Gran Hermano organizó un "retiro espiritual" de urgencia para frenar las peleas en la casa

La producción de Telefe armó una actividad de relajación con cuencos tibetanos y sahumerios a horas de la gala de eliminación.

Los jugadores compartieron una jornada de meditación guiada, pero la desconfianza mutua arruinó la estrategia de la producción.

Los jugadores compartieron una jornada de meditación guiada, pero la desconfianza mutua arruinó la estrategia de la producción.

La casa de Gran Hermano vivió momentos especiales en las últimas horas. Los jugadores participaron de distintas actividades de relajación y conexión grupal para bajar las tensiones, como parte de un retiro espiritual improvisado. El reality de Telefe recurrió a esta experiencia "de urgencia" con el objetivo de armonizar la convivencia entre los hermanitos y terminar con varias semanas de peleas constantes, justo a horas de una nueva gala de eliminación.

Cómo fue la experiencia espiritual en Gran Hermano

La producción del certamen obligó a los jugadores a prender sahumerios y alojarse en el salón de usos múltiples (SUM).

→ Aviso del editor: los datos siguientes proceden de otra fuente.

"""The tables of a survey by place, column by column, and the JSON Schema of ``survey.json``, which is made of them."""

from __future__ import annotations

from typing import Any

from moonwrit.survey.running import PLAN
from moonwrit.survey.unit import CLOSENESSES

Row = dict[str, Any]

MOST_PLACES = 100
"""``survey.json`` lists single places up to so many; beyond, they stand in the tables alone."""

_TEXT = {"type": "string"}
_COUNT = {"type": "integer", "minimum": 0}
_SHARE = {"type": "number", "minimum": 0, "maximum": 1}
_HOURS = {"type": ["number", "null"]}
_MONTH = {"type": ["string", "null"], "pattern": r"^\d+-\d{2}$"}
_DEGREES = {"type": "number"}

PLACE: Row = {"place": _TEXT, "latitude_deg": _DEGREES, "longitude_deg": _DEGREES, "months": _COUNT,
              "all_same": {**_COUNT, "description": "Months that all the policies begin on one day."}}
_WHERE = {key: PLACE[key] for key in ("place", "latitude_deg", "longitude_deg", "months")}

POLICY_AT_PLACE: Row = {
    "policy": _TEXT, **_WHERE, "of_29": _COUNT, "of_30": _COUNT, "other_lengths": _COUNT,
    "longest_29": _COUNT, "longest_29_from": _MONTH, "longest_30": _COUNT, "longest_30_from": _MONTH,
    **dict.fromkeys(CLOSENESSES, _COUNT),
    "age_least_h": _HOURS, "age_least_month": _MONTH, "age_most_h": _HOURS, "age_most_month": _MONTH,
    "age_mean_h": _HOURS,
    "before_conjunction": {**_COUNT, "description": "Months whose eve's sunset comes before the conjunction."},
    "without_sunset": {**_COUNT, "description": "Months on whose eve the Sun does not set: they have no age."},
    "unsettled_seams": {**_COUNT, "description": "Joints between two runs of years at which the walks do not meet."},
}

PAIR_AT_PLACE: Row = {
    "policy": _TEXT, "other": _TEXT, **_WHERE, "same": _COUNT, "agreement": _SHARE,
    "earlier": {**_COUNT, "description": "Months that policy begins before other."},
    "later": {**_COUNT, "description": "Months that policy begins after other."},
    "most_days_apart": _COUNT,
}

TABLES = {"policies": POLICY_AT_PLACE, "agreement": PAIR_AT_PLACE, "places": PLACE}
"""The columns of each table, in order."""


def schema() -> Row:
    """JSON Schema (2020-12) of ``survey.json``; readers must allow for more keys. CSV columns are its keys."""
    run = _object({"months": _COUNT, "from": _MONTH, "place": _TEXT}, "The longest run, and where it is found first.")
    age = {"anyOf": [{"type": "null"}, _object(
        {"hours": {"type": "number"}, "month": _MONTH, "place": _TEXT},
        "Hours from the conjunction to the sunset of the eve; negative before it.",
    )]}
    total = _object({
        "policy": _TEXT,
        "length_shares": _object({"29": _SHARE, "30": _SHARE, "other": _SHARE}, "Of all months at all places."),
        "longest_29": run, "longest_30": run,
        "margin_shares": _object(dict.fromkeys(CLOSENESSES, _SHARE), "Of all months at all places."),
        "age_least": age, "age_most": age, "age_mean_h": _HOURS,
        "before_conjunction_share": _SHARE, "without_sunset_share": _SHARE,
    }, "One policy. On a grid, shares and means count a place by the area of its cell.")
    pair = _object({
        "policy": _TEXT, "other": _TEXT, "agreement": _SHARE, "earlier_share": _SHARE, "later_share": _SHARE,
        "least_agreement": _SHARE, "most_agreement": _SHARE, "most_days_apart": _COUNT,
    }, "Two policies: the share of months begun on one day; the least and the most at any place.")
    place = _object({
        **PLACE,
        "policies": _list(_object(POLICY_AT_PLACE, "One policy at this place.")),
        "agreement": _list(_object(PAIR_AT_PLACE, "Two policies at this place.")),
    }, "One place.")
    return {
        "$schema": "https://json-schema.org/draft/2020-12/schema",
        "title": "Moonwrit: survey.json: a long-run study of policies",
        **_object({
            "$schema": _TEXT,
            "survey": {"type": "object", "description": f"What was asked, as in {PLAN}."},
            "policies": _list(total),
            "agreement": _list(pair),
            "places": {**_list(place), "description": f"Empty where there are more than {MOST_PLACES}: see the CSV."},
        }, "Months of Hijri years first_year to last_year, by policy and place. Decisions are left aside."),
    }


def _object(properties: Row, description: str) -> Row:
    return {"type": "object", "description": description, "required": list(properties), "properties": properties}


def _list(items: Row) -> Row:
    return {"type": "array", "items": items}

El equipo técnico preparó ese espacio con una ambientación especial basada en cuencos tibetanos para lograr una verdadera introspección entre los convivientes.

Con la voz del Big guiando cada uno de los movimientos, los integrantes de la Generación Dorada se sentaron en el piso. La consigna principal los forzó a dejar las estrategias de lado por varias horas, alejarse de las denominadas "malas vibras" y desconectarse por completo del juego diario.

A pesar de que la idea original buscaba terminar con las rivalidades por un rato, el ambiente permaneció espeso. Las cámaras del programa registraron las miradas de reojo y la incomodidad entre los dos bandos claramente definidos que dividen la casa en la actualidad.

La actividad no logró sanar las diferencias extremas entre los líderes de los grupos. Uno de los nominados de la semana demostró el fracaso de la meditación apenas la producción dio por finalizado el encuentro en el salón común.

"Es imposible limpiar la energía acá adentro si hay gente que te vota y después te viene a abrazar con olor a sándalo", sentenció uno de los participantes al terminar la prueba.

De esta manera, el intento de pacificación dejó en evidencia que la tregua resulta inviable dentro del concurso. Los competidores guardan sus mayores energías para el veredicto del público en la próxima placa telefónica, donde se medirá la verdadera fuerza de cada sector.